Work instruction
Needed from the entries below: every line that holds the word "event".
-- Material to process follows --
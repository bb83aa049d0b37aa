import { HttpClient, HttpErrorResponse } from '@angular/common/http';
import { ChangeDetectionStrategy, Component, computed, DestroyRef, inject, input, OnInit, output, signal } from '@angular/core';
import { MatButtonModule } from '@angular/material/button';
import { MatButtonToggleModule } from '@angular/material/button-toggle';
import { MatCardModule } from '@angular/material/card';
import { MatIconModule } from '@angular/material/icon';
import { MatProgressBarModule } from '@angular/material/progress-bar';
import { MatRadioModule } from '@angular/material/radio';
import { MatStepperModule } from '@angular/material/stepper';
import { RouterLink } from '@angular/router';
import { firstValueFrom } from 'rxjs';
import type { CommitResult, ImportDetail, ImportPreview, PreviewChange } from '@shared/contracts/imports';
import type { CsvMapping } from '@shared/csv/csv-types';
import type { ApiErrorBody } from '../../core/api-error';
import { messageOf } from '../../core/api-error';
import { ColumnMapping, layoutLabels } from '../column-mapping/column-mapping';
import { ImportsApi } from '../imports-api';

interface ShownIssue {
  row?: number;
  column?: string;
  message: string;
}

const delimiterNames: Record<string, string> = { ',': 'comma', ';': 'semicolon', '\t': 'tab' };
const pollEveryMs = 400;

/** One file's way through upload → map → check → commit. */
@Component({
  selector: 'kc-import-wizard',
  imports: [
    RouterLink,
    MatCardModule,
    MatStepperModule,
    MatProgressBarModule,
    MatButtonModule,
    MatButtonToggleModule,
    MatRadioModule,
    MatIconModule,
    ColumnMapping,
  ],
  templateUrl: './import-wizard.html',
  styleUrls: ['../import-facts.scss', './import-wizard.scss'],
  changeDetection: ChangeDetectionStrategy.OnPush,
})
export class ImportWizard implements OnInit {
  private readonly api = inject(ImportsApi);
  private readonly http = inject(HttpClient);
  private readonly destroyRef = inject(DestroyRef);

  readonly file = input.required<File>();
  readonly committed = output<CommitResult>();
  readonly dismissed = output<void>();

  protected readonly step = signal(0);
  protected readonly uploadFraction = signal(0);
  protected readonly preview = signal<ImportPreview | null>(null);
  protected readonly error = signal<{ message: string; issues: ShownIssue[] } | null>(null);
  protected readonly isBusy = signal(false);
  protected readonly onDuplicate = signal<'skip' | 'replace' | null>(null);
  protected readonly commitState = signal<'idle' | 'committing' | 'done'>('idle');
  protected readonly commitFraction = signal(0);
  protected readonly result = signal<CommitResult | null>(null);
  protected readonly layoutLabels = layoutLabels;
  protected readonly delimiterNames = delimiterNames;

  protected readonly errors = computed(() => this.preview()?.problems.filter((problem) => problem.severity === 'error') ?? []);
  protected readonly blocker = computed(() => {
    const preview = this.preview();
    if (!preview) return 'Upload the file first';
    if (preview.hasErrors) return `${this.errors().length} problem(s) must be fixed in the file or the mapping first`;
    if (preview.dateAmbiguous && !preview.dateOrder) return 'Choose the date order on the map step first';
    if (preview.duplicateOf && !this.onDuplicate()) return 'Choose whether to skip or replace the earlier import';
    return null;
  });
  protected readonly dateExample = computed(() => {
    const preview = this.preview();
    const index = preview?.columns.find((column) => column.role === 'date')?.index ?? 0;
    return preview?.sample[0]?.[index] ?? '';
  });
  /** Returns stay in the sales as negative quantities; the check step says how many there are. */
  protected readonly returnsLine = computed(() => {
    const count = this.preview()?.returnRows ?? 0;
    if (count === 0) return null;
    return `${count} ${count === 1 ? 'row is a return' : 'rows are returns'} (negative quantity); they are stored as negative sales.`;
  });
  protected readonly headerCells = computed(() => this.preview()?.columns.map((column) => column.name) ?? []);

  private isAlive = true;

  constructor() {
    this.destroyRef.onDestroy(() => (this.isAlive = false));
  }

  ngOnInit(): void {
    const subscription = this.api.upload(this.file()).subscribe({
      next: (event) => {
        if (event.kind === 'progress') this.uploadFraction.set(event.fraction);
        else {
          this.uploadFraction.set(1);
          this.preview.set(event.preview);
          this.step.set(1);
        }
      },
      error: (error: unknown) => this.showError(error),
    });
    this.destroyRef.onDestroy(() => subscription.unsubscribe());
  }

  protected async changePreview(change: PreviewChange): Promise<void> {
    const preview = this.preview();
    if (!preview || this.isBusy()) return;
    this.isBusy.set(true);
    this.error.set(null);
    try {
      this.preview.set(await firstValueFrom(this.api.changePreview(preview.id, change)));
    } catch (error) {
      this.showError(error);
    } finally {
      this.isBusy.set(false);
    }
  }

  protected applyMapping(mapping: CsvMapping): Promise<void> {
    return this.changePreview({ mapping: mapping as unknown as Record<string, unknown> });
  }

  protected async commit(): Promise<void> {
    const preview = this.preview();
    if (!preview || this.blocker() || this.commitState() !== 'idle') return;
    this.commitState.set('committing');
    this.commitFraction.set(0);
    this.error.set(null);
    const polling = this.pollProgress(preview.id, preview.rows);
    try {
      const result = await firstValueFrom(this.api.commit(preview.id, this.onDuplicate() ? { onDuplicate: this.onDuplicate()! } : {}));
      this.commitFraction.set(1);
      this.result.set(result);
      this.commitState.set('done');
      this.committed.emit(result);
    } catch (error) {
      this.commitState.set('idle');
      this.showError(error);
    } finally {
      polling.stop();
    }
  }

  private pollProgress(importId: number, rows: number) {
    let isRunning = true;
    const tick = async () => {
      while (isRunning && this.isAlive) {
        await new Promise((resolve) => setTimeout(resolve, pollEveryMs));
        if (!isRunning) break;
        try {
          const detail = await firstValueFrom(this.http.get<ImportDetail>(this.api.url(`/${importId}`)));
          if (isRunning && detail.status === 'committing' && rows > 0) this.commitFraction.set(Math.min(1, detail.progressRows / rows));
        } catch {
          // A missed poll only delays the bar.
        }
      }
    };
    void tick();
    return { stop: () => (isRunning = false) };
  }

  private showError(error: unknown): void {
    const body = error instanceof HttpErrorResponse ? (error.error as Partial<ApiErrorBody> | null) : null;
    const issues = (body?.error?.issues ?? []) as ShownIssue[];
    this.error.set({ message: messageOf(error), issues: issues.filter((issue) => issue.row !== undefined).slice(0, 50) });
  }
}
-- Material to process concluded --
Result for this exercise
      next: (event) => {
        if (event.kind === 'progress') this.uploadFraction.set(event.fraction);
          this.preview.set(event.preview);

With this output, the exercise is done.